Since 2013, he has worked as a surgeon in the admissions department of Republican Hospital No. 1.

Until 2019, he was the head of the admissions department. He then held the position of Deputy Chief Physician of Hospital No. 1 for organizational and methodological work. In September 2021, he became the head of Republican Hospital No. 2.

In January 2023, he became the director of the territorial Compulsory Medical Insurance Fund. During the COVID-19 pandemic, he prepared medical facilities for emergency operations.

In 2020, he was awarded the Certificate of Honor of the Tuva Ministry of Health.

===Political career===
In 2024, he was elected as a deputy of the Tuva Supreme Khural from United Russia.

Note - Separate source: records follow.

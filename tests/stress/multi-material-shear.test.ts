import { describe, expect, it } from "vitest";
import { fc, test } from "@fast-check/vitest";
import { builtUp, firstMomentAbove, rectangle, section, sectionProperties, translateSection, type Section } from "../../src/section/index.js";
import { sectionPeakShearStress, sectionShearStressAt, sectionShearStressProfile } from "../../src/stress/index.js";

const timber = { name: "timber", elasticModulus: 12_000 };
const steel = { name: "steel", elasticModulus: 200_000 };

/** An invented flitch beam: two 50 x 200 timbers either side of a 10 x 200 steel plate (mm, N/mm^2). */
function flitch(): Section {
  return builtUp([
    translateSection(rectangle({ width: 50, depth: 200 }, { material: timber }), { y: 0, z: -30 }),
    rectangle({ width: 10, depth: 200 }, { material: steel }),
    translateSection(rectangle({ width: 50, depth: 200 }, { material: timber }), { y: 0, z: 30 }),
  ]);
}

describe("shear on a multi-material section: each material's own stress", () => {
  it("flitch beam: timber 1.5 V / (b* h), steel n times that, not V Q* / (I* b) with b the whole width", () => {
    // Transformed-section method (Gere and Goodno, Mechanics of Materials, Sec. 6.3, from memory): with timber as the
    // reference, n = 200000 / 12000 and the section is a rectangle of transformed width b* = 100 + 10 n over the full depth,
    // so at the neutral axis V Q* / (I* b*) = 1.5 V / (b* h) (rectangle, common practice) in the timber and n times it in
    // the steel. Independently: members side by side bend together and share V in proportion to E I (common practice):
    // V_timber = V E_t I_t / sum E I, tau = 1.5 V_timber / A_timber: the same number.
    const v = 20e3;
    const n = 200_000 / 12_000;
    const bStar = 100 + 10 * n;
    const tauTimber = (1.5 * v) / (bStar * 200);
    const shareTimber = (v * 12_000 * (100 * 200 ** 3)) / (12_000 * 100 * 200 ** 3 + 200_000 * 10 * 200 ** 3);
    expect(tauTimber).toBeCloseTo((1.5 * shareTimber) / (100 * 200), 12);

    const s = flitch();
    const at = sectionShearStressAt(v, s, 0);
    expect(at.stress).toBeCloseTo(tauTimber, 12);
    expect(at.width).toBeCloseTo(110, 12);
    expect(at.transformedWidth).toBeCloseTo(bStar, 9);
    const byName = new Map(at.materials?.map((m) => [m.modularRatio, m]));
    expect(byName.get(1)?.stress).toBeCloseTo(tauTimber, 12); // about 0.56 N/mm^2
    expect(byName.get(n)?.stress).toBeCloseTo(n * tauTimber, 9); // about 9.4 N/mm^2
    expect(byName.get(1)?.parts).toEqual([0, 2]);
    expect(byName.get(1)?.width).toBeCloseTo(100, 12);
    // the width average once reported: V Q* / (I* b), about 1.36 N/mm^2, neither material's stress
    const p = sectionProperties(s);
    const average = (v * firstMomentAbove(s, 0).firstMoment) / (p.secondMomentZ * 110);
    expect(Math.abs(at.stress - average)).toBeGreaterThan(0.5);

    const peak = sectionPeakShearStress(v, s);
    expect(peak.stress).toBeCloseTo(tauTimber, 12);
    expect(peak.materials?.map((m) => m.stress)).toEqual([expect.closeTo(tauTimber, 12), expect.closeTo(n * tauTimber, 9)]);
    const profile = sectionShearStressProfile(v, s);
    expect(profile.points.every((q) => q.materials !== undefined)).toBe(true);
  });

  it("a steel plate on the underside of a timber: each material's peak within its own depth", () => {
    // invented: 100 x 200 timber on a 100 x 10 steel plate; the steel's own peak is at its top, where it meets the timber
    const s = builtUp([
      translateSection(rectangle({ width: 100, depth: 200 }, { material: timber }), { y: 105, z: 0 }),
      rectangle({ width: 100, depth: 10 }, { material: steel }),
    ]);
    const peak = sectionPeakShearStress(1e4, s);
    const p = sectionProperties(s);
    const steelPeak = peak.materials?.find((m) => m.modularRatio > 1);
    expect(steelPeak?.y).toBeCloseTo(5 - p.centroid.y, 9);
    // at the interface the cut is steel below, timber above; the steel side: b* = n 100 (transformed), tau = n V Q* / (I* b*)
    const q = firstMomentAbove(s, 5).firstMoment;
    const n = 200_000 / 12_000;
    expect(steelPeak?.stress).toBeCloseTo((n * 1e4 * q) / (p.secondMomentZ * n * 100), 9);
  });

  test.prop([fc.double({ min: 5, max: 200, noNaN: true }), fc.double({ min: 5, max: 300, noNaN: true }), fc.double({ min: -0.49, max: 0.49, noNaN: true }), fc.double({ min: -1e5, max: 1e5, noNaN: true })], { numRuns: 40 })(
    "one material: the stress at any cut is V Q / (I b), with no materials listed",
    (b, h, at, v) => {
      const s = section([{ kind: "polygon", points: [{ y: 0, z: 0 }, { y: 0, z: b }, { y: h, z: b * 0.7 }, { y: h, z: 0.2 * b }] }]);
      const p = sectionProperties(s);
      const y = (0.5 + at) * h - p.centroid.y;
      const r = firstMomentAbove(s, y + p.centroid.y);
      const point = sectionShearStressAt(v, s, y);
      expect(point.materials).toBeUndefined();
      expect(point.stress).toBeCloseTo((v * r.firstMoment) / (p.secondMomentZ * r.width), 9);
      expect(point.transformedWidth).toBeCloseTo(r.width, 9);
    },
  );

  test.prop([fc.double({ min: 1.5, max: 40, noNaN: true }), fc.double({ min: 0.1, max: 0.9, noNaN: true }), fc.double({ min: -0.45, max: 0.45, noNaN: true })], { numRuns: 40 })(
    "several materials: the stresses times their widths add up to the shear flow V Q* / I* at every cut",
    (ratio, split, at) => {
      // two materials side by side and one stacked below (invented)
      const s = builtUp([
        { kind: "polygon", points: [{ y: 0, z: 0 }, { y: 0, z: 60 * split }, { y: 100, z: 60 * split }, { y: 100, z: 0 }], material: { elasticModulus: 1000 } },
        { kind: "polygon", points: [{ y: 0, z: 60 * split }, { y: 0, z: 60 }, { y: 100, z: 60 }, { y: 100, z: 60 * split }], material: { elasticModulus: 1000 * ratio } },
        { kind: "polygon", points: [{ y: -20, z: 10 }, { y: -20, z: 50 }, { y: 0, z: 50 }, { y: 0, z: 10 }], material: { elasticModulus: 1000 / ratio } },
      ]);
      const p = sectionProperties(s);
      const y = 40 + at * 100 - p.centroid.y;
      const point = sectionShearStressAt(1e4, s, y);
      const flow = (1e4 * firstMomentAbove(s, y + p.centroid.y).firstMoment) / p.secondMomentZ;
      const sum = (point.materials ?? []).reduce((acc, m) => acc + m.stress * m.width, 0);
      expect(sum / flow).toBeCloseTo(1, 9);
    },
  );
});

On May 21, 2025, Kuzhuget was appointed senator, replacing Dina Oyun, who had represented the republic in the Federation Council since 2019 and resigned in March 2025.

In 2024, there was information that former Deputy Minister of Defense of the Russian Federation Ruslan Tsalikov could become a senator from Tuva. He was included in the renewed parliamentary composition of the Tuva Supreme Khural, but his candidacy was not approved for appointment as a senator in the Federation Council.